Why this man? Why not the two men talking in the flat below? Or the woman who'd only just joined her partner in bed? She glanced up and studied the room.
The kite had come straight to this apartment — had obviously wanted this man, and no other. What they had to find out now was why.
She rose and walked across to the shelving unit. After sitting the camera on the shelf, she dug a set of gloves out of her pocket and put them on. Then she turned off the radio, picked up the camera and panned it across the photos lining the shelf.
Each photo contained the same four men, either fishing, drinking, or standing around a barbecue. All of them looked to be at least fifty or sixty. She glanced at the body. The only hair the victim had was scraggly wisps of white near either ear. He wasn't in any of these photos, then. Maybe he'd been taking them.

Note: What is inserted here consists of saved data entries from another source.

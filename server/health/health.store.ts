import { setTimeout as wait } from 'node:timers/promises';
import { sql } from 'drizzle-orm';
import type { Db } from '../db/client.ts';

const PATIENCE_MS = 2000;

/** Whether the database answers within two seconds. */
export async function doesDatabaseAnswer(db: Db): Promise<boolean> {
  const given = new AbortController();
  const answered = db.execute(sql`SELECT 1`).then(
    () => true,
    () => false,
  );
  const late = wait(PATIENCE_MS, false, { signal: given.signal }).catch(() => false);
  const result = await Promise.race([answered, late]);
  given.abort();
  return result;
}
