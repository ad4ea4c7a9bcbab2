// Package peerinput makes the inputs of the benchmarks from a stream that any
// language can repeat, so that libraries outside the project can be timed on
// the same numbers. Only tests use it.
package peerinput

import "math/big"

// Stream is the generator splitmix64 (Steele, Lea and Flood 2014).
type Stream uint64

// Next returns the next 64 bits.
func (s *Stream) Next() uint64 {
	*s += 0x9e3779b97f4a7c15
	z := uint64(*s)
	z = (z ^ z>>30) * 0xbf58476d1ce4e5b9
	z = (z ^ z>>27) * 0x94d049bb133111eb
	return z ^ z>>31
}

// Coefficients returns the j-th polynomial of a degree and a coefficient size in
// bits, ascending. The stream is seeded with 1000003·degree + 101·bits + j;
// each coefficient takes as many words as it needs, least significant first,
// the top one masked, and one more whose lowest bit is the sign (1 is minus).
// The lowest bit of the leading coefficient is set.
func Coefficients(degree, bits, j int) []*big.Int {
	s := Stream(1000003*degree + 101*bits + j)
	words := (bits + 63) / 64
	rest := bits - 64*(words-1)
	out := make([]*big.Int, degree+1)
	for k := range out {
		v := new(big.Int)
		for i := range words {
			w := s.Next()
			if i == words-1 && rest < 64 {
				w &= 1<<uint(rest) - 1
			}
			if i == 0 && k == degree {
				w |= 1
			}
			v.Or(v, new(big.Int).Lsh(new(big.Int).SetUint64(w), uint(64*i)))
		}
		if s.Next()&1 == 1 {
			v.Neg(v)
		}
		out[k] = v
	}
	return out
}

// Rats is Coefficients as rational numbers.
func Rats(degree, bits, j int) []*big.Rat {
	c := Coefficients(degree, bits, j)
	out := make([]*big.Rat, len(c))
	for i, v := range c {
		out[i] = new(big.Rat).SetInt(v)
	}
	return out
}

// Degrees and Sizes are those of the tables.
var (
	Degrees = [...]int{2, 4, 8, 16, 32, 64, 128}
	Sizes   = [...]int{32, 256}
)
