/**
 * centre: what is subtracted. The weighted mean is sum_j a_j u_j / sum_j a_j over all columns (or those of a run), with the weights of
 * the weigh step, wherever that stands; it is computed while building.
 */
import type { Step } from './step.ts';

const words = {
  nothing: 'Nothing is subtracted.',
  'weighted-mean': 'The weighted time mean over all columns is subtracted.',
  'weighted-mean-per-run': "Each run's own weighted time mean is subtracted.",
  'first-snapshot': 'The first column is subtracted from all.',
};

export const centre: Step<'centre'> = {
  name: 'centre',
  rank: 3,
  apply(state, { subtract }) {
    state.centre = subtract;
    return words[subtract];
  },
};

She picked up one framed photograph and then turned at the sound of footsteps. Gabriel entered, his gaze sweeping the room until he found her.
"I could put you on report for your behavior here tonight," he said, stopping just inside the doorway.
Though his face was impassive, his hazel eyes were stormy with anger and, surprisingly, a touch of fear. She fingered the viaphone's off button, then shrugged and left it on record. Procedures stated any and all activity at a crime scene had to be recorded. If that had to include her being told off, then so be it.
"Do it. Maybe then you'll get your wish and be rid of me." She hesitated. What was the point of arguing about it here? There were far more important matters to be worried about — like why the kite attacked this man. "Do you know who our victim is?"
For an instant, it looked as if he might say something more. Then he shoved his hands in his pockets and walked across to the body. "Male, in his mid-sixties, obviously." He glanced around the apartment. "And fairly well off. Those paintings are by Kyle Parker."
She glanced across to the stylized landscapes. To her admittedly untrained eye, a three-year-old could have done a better job. And yet Parker's paintings sold for millions.
"If he could afford those, you'd have thought he'd have installed better security."
"Security doesn't usually stop the kites."
"No, only decapitation or the sun can do that." She frowned down at the body. According to the SIU labs, the kites were some sort of offshoot from the vampire family tree. The SIU researchers were desperate to get their hands on a live specimen to do some tests, but as yet, no one had figured out a way to capture one and stay alive. "This wasn't a random attack. The kite came straight to this apartment."
"Maybe the victim was the only one moving around."
She shook her head. "There was movement in several apartments. The creature ignored them all and came straight here."
He frowned. "There's been no evidence that the kites can be programmed to kill certain individuals."
"But there's been no evidence that they can't, either."